There are a number of reasons that data might go bad: sensor errors, data entry errors, lag spikes, filesystem corruption, and more. One thing is certain though: you don't want to make decisions based on bad data. What people will often do is do basic sanity checks. For example, if we have a record of someone checking _out_ of a hospital, we should have a record of them checking _in_ at some point earlier. Declaring these sanity checks is hard, but fixing violations is even harder. In this project, you will explore ways to safely defer repairing the data. Challenges include:
1. Deciding what types of sanity constraints you want to be able to support.
2. Interfacing with an existing database (Spark, SQLite, or Oracle) to identify sets of tuples that come together to violate a sanity constraint.
3. Using Mimir to warning users when a query result depends on a tuple that participates in a violation
4. Suggesting and ranking modifications that repair violations
Most probabilistic database systems aim to produce all possible results. A few, most notably [MCDB](http://dl.acm.org/citation.cfm?id=1376686), instead generate samples of possible results. The basic idea is to split the database into a fixed number (N) of _possible worlds_, and run the query on all N possible worlds in parallel. There are actually a few different ways to do this. Three relatively common examples include:
* **Naive**: Literally run N copies of the query and union the results at the end.

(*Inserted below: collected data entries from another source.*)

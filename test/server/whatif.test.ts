/** What-if: a climb-limited mass shows the limit, never a runway length (no runway cures it). */
import { describe, expect, it } from 'vitest';
import type { AircraftProfile } from '../../core/index.js';
import { whatIf } from '../../server/whatif.js';
import demo from '../../examples/demo-study.json' with { type: 'json' };

const tern = demo.aircraft.find((a) => a.id === 'tern-rj90') as unknown as AircraftProfile;
const base = { aircraft: tern, elevation_m: 1600, temperature_c: 38, slope: 0, headwind_mps: 0, surface: 'dry' as const };

describe('whatIf climb limit (14 CFR 25.121(b) engine-out minimum, 2.4 % for twins, from memory)', () => {
  it('refuses a length at MTOW on a hot, high day and names the greatest mass', () => {
    const r = whatIf({ ...base, mass_kg: tern.mtow_kg });
    expect(r.takeoff.ok).toBe(false);
    expect(r.takeoff.reason).toMatch(/Climb-limited: .* the greatest mass meeting it is \d+ kg\. A longer runway does not cure this\./);
    expect(r.required_m).toBeUndefined();
  });
  it('gives a length below that mass', () => {
    const r = whatIf({ ...base, mass_kg: 33000 });
    expect(r.takeoff.ok).toBe(true);
    expect(r.required_m).toBeGreaterThan(1000);
    expect(r.required_m).toBeLessThan(5000);
  });
});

* **Interleave**: Tag each tuple with the possible world that it comes from, and then just run one query. Make sure the query ensures that tuples from different possible worlds can't interact (i.e., Joins always happen between tuples from the same world and the world becomes another group-by column)
* **Tuple Bundle**: Create mega-tuples, that represent alternative versions of the same tuple in different possible worlds. If an attribute value is the same in all possible worlds store only one copy of it. (See [MCDB](http://dl.acm.org/citation.cfm?id=1376686))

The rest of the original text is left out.